Early on, Francie, shunned by girls her own age, fantasizes about the
lives of people she observes from the fire escape landing outside her window,
lives in the stories of the library books she reads, and plays games with
imaginary friends. She loves her
imperfect father deeply. Over the course
of five years she experiences nastiness, cruelty, grieves, yet perseveres. At the book’s end she is rich in character.
These scenes in particular moved me.
When
Francie had been seven and Neeley six, Katie had sent them to the nearby public
health center to be vaccinated. Katie
had needed to work that day and Johnny had been at the waiters union hall
hoping to be emplouyed that night. Told
by older boys that his arm would be cut off at the health center, Neeley had
been terrified.
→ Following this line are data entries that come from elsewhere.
def observed_information(pattern: Pattern, n_params: int, theta: np.ndarray,
                         moments: PatternMoments) -> ObservedInformation:
    """The exact Hessian per case of ``f = −ℓ/n`` in ``θ`` for the answers of
    one group (``pattern``, with intercepts; ``moments`` its missing-data
    patterns): ``Ã_θ = ΔᵀA_βΔ + Σ_k (∂f/∂β_k) ∂²β_k/∂θ∂θᵀ`` with ``A_β``
    the observed information of ``β = (vech Σ, μ)`` at the implied moments
    (module docstring).  ``θ`` may be a multi-group layout's parameter
    vector: the derivatives are taken with respect to all ``n_params`` of it.

    ``ΔᵀA_βΔ`` is formed cell by cell without ``A_β`` (whose ``p*²``
    elements and products with ``Δ`` dominated at many items): with
    ``P_k = WᵀṼ_kW``, ``D_k = Wᵀ(M_k − ½Ṽ_k)W``, ``ζ_k = Wᵀz_k`` and the
    bilinear form ``F`` of :mod:`~scalewright.estimate.pattern_products`,
    the docstring's second derivative in the cell directions ``c, d`` sums to

        F(P, D) + F(D, P) + C + Cᵀ + (∂μ)ᵀ(Σ_k w_k Ṽ_k)(∂μ),
        C[c, d] = Σ_k w_k z_kᵀ(∂_cΣ)Ṽ_k(∂_dμ)

    (``−½ tr(ṼYṼX) + ½[tr(YṼXM) + tr(XṼYM)]`` expands to ``F(P, D) + F(D, P)``;
    with ``M = Ṽ`` it is the expected information ``F(P, P)``)."""
    mats = pattern.matrices(theta)
    mu, sigma = mats.implied_mean, mats.implied_cov
    emb = _embedded_inverses(sigma, moments.masks)
    w = moments.counts / moments.counts.sum()
    v = emb.v
    r = (moments.means - mu) * moments.masks
    z = np.einsum("kij,kj->ki", v, r)
    m = v @ (moments.covs + r[:, :, None] * r[:, None, :]) @ v
    factors = cell_factors(pattern, mats)
    index = CellIndex.of(factors)
    wvw = sandwich(factors, v)
    wdw = sandwich(factors, m - 0.5 * v)
    cells = pair_form(index, wvw, wdw, w) + pair_form(index, wdw, wvw, w)
    if index.mu is not None:
        cross = mean_pair_form(index, wvw, z @ factors.w, w)
        cells += cross + cross.T
        mean_part = np.tensordot(w, wvw, axes=1)[index.mu][:, index.mu]
        cells += mean_part * index.mu_scale * index.mu_scale[:, None]
    inc = incidence(pattern, n_params)
    first = inc.T @ cells @ inc
    grad_sigma = 0.5 * np.einsum("k,kij->ij", w, v - m)
    grad_mu = -(w @ z)
    observed = first + _second_order_term(pattern, n_params, theta, grad_sigma, grad_mu)
    return ObservedInformation(observed, first)


def fiml_information(layout: Layout, theta: np.ndarray, values: np.ndarray,
                     patterns: Patterns, moments: PatternMoments, *,
                     variance: bool = True) -> FimlInformation:
    """Observed information and casewise-score products of a FIML fit
    (``layout`` with intercepts, one group): what the Yuan–Bentler
    corrections need (:func:`yuan_bentler`).  ``A_β`` is built and factored
    once; ``B_β`` is never formed (:mod:`~scalewright.estimate.yuan_bentler`).
    Without ``variance``, what ``tr((UΓ)²)`` alone needs is skipped (the
    adjusted statistic is then NaN).  The standard errors alone need only
    :func:`observed_information`."""
    pattern = layout.patterns[0]
    info = observed_information(pattern, layout.n_params, theta, moments)
    mats = pattern.matrices(theta)
    mu, sigma = mats.implied_mean, mats.implied_cov
    emb = _embedded_inverses(sigma, moments.masks)
    a_beta, _, _ = saturated_information(moments, mu, sigma, emb)
    delta = pattern_jacobian(pattern, theta, layout.n_params)
    traces = score_traces(a_beta, saturated_score_chunks(values, patterns, mu, sigma, emb),
                          patterns.n, delta, variance=variance)
    return FimlInformation(info.observed, info.first_order, traces.meat / patterns.n, traces)
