@dataclass(frozen=True)
class OrdinalMoments(ThresholdCorrelationBlocks):
    """Thresholds and polychoric correlations of p ordinal items.

    Attributes
    ----------
    items : tuple of str
        Item names, in column order.
    categories : tuple of numpy.ndarray
        The answer values of each item, ascending (after any collapsing).
    codes : numpy.ndarray of int, shape (n, p)
        The category of every answer as analysed: its position 0 .. K_j - 1
        in ``categories[j]`` after any collapsing, -1 for a missing answer.
        Whatever later reads an item's categories (sum-score ranks, category
        counts) reads these, not the raw answers, in which a merged
        category still has its own value.
    thresholds : tuple of numpy.ndarray
        tau_j,c = Phi^-1(proportion of answers at or below category c) for
        c = 1 .. K_j - 1 (K_j categories give K_j - 1 thresholds).
    correlations : numpy.ndarray, shape (p, p)
        Polychoric correlation matrix with unit diagonal; the smoothed matrix
        when ``smoothed`` is true.
    raw_correlations : numpy.ndarray, shape (p, p)
        The pairwise estimates before any smoothing.
    n_rows : int
        Rows of the data, n.
    n_pairs : numpy.ndarray of int, shape (p, p)
        Rows observed on both items (on the item itself on the diagonal).
    acov : numpy.ndarray, shape (r, r)
        Estimated sampling covariance matrix of the estimate vector
        (all thresholds, item by item in ascending order, then the
        p* = p(p-1)/2 correlations in the order of ``np.triu_indices(p, 1)``),
        r = (number of thresholds) + p*.  It is the covariance of the
        estimates themselves, ``influence.T @ influence / n**2``: no factor n
        needs to be applied.  The asymptotic covariance matrix of
        sqrt(n) times the estimates (Gamma in Muthen 1984) is ``n_rows * acov``.
    influence : numpy.ndarray, shape (n, r)
        Casewise influence contributions: the estimates minus their
        population values are approximately ``influence.mean(axis=0)``.
        Rows with missing answers contribute zero to the parameters of the
        missing items.
    smoothed : bool
        Whether ``correlations`` had to be smoothed to be positive definite.
    smoothing_note : str
        What the smoothing did and which items it changed most; empty if
        nothing was smoothed.
    collapse_notes : tuple of str
        One note per item whose sparse categories were merged.
    """

    items: tuple[str, ...]
    categories: tuple[np.ndarray, ...]
    codes: np.ndarray = field(repr=False)
    thresholds: tuple[np.ndarray, ...]
    correlations: np.ndarray
    raw_correlations: np.ndarray
    n_rows: int
    n_pairs: np.ndarray
    acov: np.ndarray = field(repr=False)
    influence: np.ndarray = field(repr=False)
    smoothed: bool
    smoothing_note: str
    collapse_notes: tuple[str, ...]

    def subset(self, keep) -> "OrdinalMoments":
        """These moments restricted to the items ``keep`` (in that order).

        Thresholds come from each item's margin and each polychoric
        correlation from its own pair's table (two-step estimation), and each
        estimate's casewise influence involves only its own items, so the
        subset is what :func:`ordinal_moments` gives for those items on the
        same rows: the same estimates and the corresponding block of
        ``acov``.  Only the smoothing, which reads the whole matrix, is redone.
        The rows are these moments' ``n_rows``; :func:`ordinal_moments` on the
        subset's columns agrees when every row answers at least one item of
        ``keep`` (a row answering none is dropped before estimation), which
        the caller checks."""
        keep = tuple(keep)
        parts = self.subset_parts(keep, range(len(self.items)))
        where = parts.pop("where")
        return OrdinalMoments(
            items=keep, categories=tuple(self.categories[j] for j in where),
            codes=self.codes[:, where], thresholds=tuple(self.thresholds[j] for j in where),
            n_rows=self.n_rows, **parts)

    def to_dict(self) -> dict:
        """JSON-able summary (no influence or covariance matrices)."""
        return {
            "items": list(self.items),
            "categories": [c.tolist() for c in self.categories],
            "thresholds": [t.tolist() for t in self.thresholds],
            "threshold_se": [s.tolist() for s in self.threshold_se],
            "correlations": self.correlations.tolist(),
            "raw_correlations": self.raw_correlations.tolist(),
            "correlation_se": self.correlation_se.tolist(),
            "n_rows": self.n_rows,
            "n_pairs": self.n_pairs.tolist(),
            "smoothed": self.smoothed,
            "smoothing_note": self.smoothing_note,
            "collapse_notes": list(self.collapse_notes),
        }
To distract him before
leaving for the center, Francie had taken him out into the yard to make mud
pies. They had left for the center just
before they were scheduled to report, their arms covered with mud. “‘Filth,
filth, filth, from morning to night. I
know they’re poor but they could wash.
Water is free and soap is cheap,’” the doctor had said to the nurse
assisting him. The doctor had then
speculated “how that kind of people could survive; that it would be a better
world if they were all sterilized and couldn’t breed any more.” After she had received her vaccination,
Francie, terribly hurt, had fired back.
“’My brother is next. His arm is
just as dirty as mine so don’t be surprised.
And you don’t have to tell him.
You told me. … Besides, it won’t do no good. He’s a boy and he don’t care if he is
dirty.’”
Francie’s
teacher at the neighborhood school was also scornful of the poor. The spinster principal was nasty and
brutal. Francie, turned nine, had her
father fake their address to permit her to transfer to a better school. That November her new class participated in a
Thanksgiving Day ceremony. Four chosen
girls held symbols of the Thanksgiving feast.
One symbol was a saucer-sized pumpkin pie. The teacher threw away the other symbols
after the ceremony but not the pie, offering it to anyone who wanted to take it
home. “Thirty mouths watered; thirty hands
itched to go up into the air, but no one moved.
… All were too proud to accept
charitable food.” When the teacher was
about to throw away the pie, Francie raised her hand. She explained she wanted to give the pie to
“a very poor family.” The following
Monday the teacher asked Francie about how the family had enjoyed the pie. Francie expanded on her lie by saying that
there were twin girls in the family, they had not eaten for three days, and a
doctor had said that they would have died but for the pie. Caught in her lie, Francie confessed. She pleaded not to be punished. The teacher answered, “’I’ll not punish you
for having an imagination.’” She
explained the difference between a lie and a story. The incident inspired Francie to channel her
tendency to exaggerate events into writing stories.
A
year later Francie told a whopping lie.
She and Neeley attended a Christmas celebration conducted for the poor
of all faiths by a Protestant organization.
At the end of the celebration an exquisitely dressed, lovely girl named
Mary came on stage carrying a foot-high beautiful doll. The woman that had accompanied the little
girl announced, “’Mary wants to give the doll to some poor little girl in the
audience who is named Mary. … Is there any poor little girl in the audience
named Mary?’” Struck dumb by the
adjective “poor,” no Mary spoke up. But
at the last moment Francie did. As she
walked back up the aisle carrying the doll, “the girls leaned towards her and
whispered hissingly, ‘Beggar, beggar, beggar.’
… They were as poor as she but
they had something she lacked – pride.”
Francie
was extremely proud of her seventh grade composition printed in the school
magazine at the close of the school year.
Eager to meet her father in the street to show him the published
composition, she saw a girl named Joanna come out of her flat pushing a baby
carriage. Joanna, who was seventeen,
wasn’t married. Several housewives on
the sidewalk gasped as Joanna strolled past them. Katie and Johnny had talked about
Joanna. At the end of their conversation
Katie had said to Francie, “’Let Joanna be a lesson to you.’” Seeing her, Francie wondered how Joanna was a
lesson. She was friendly. She wanted everybody else to be friendly. She smiled at the ladies on the street. They frowned.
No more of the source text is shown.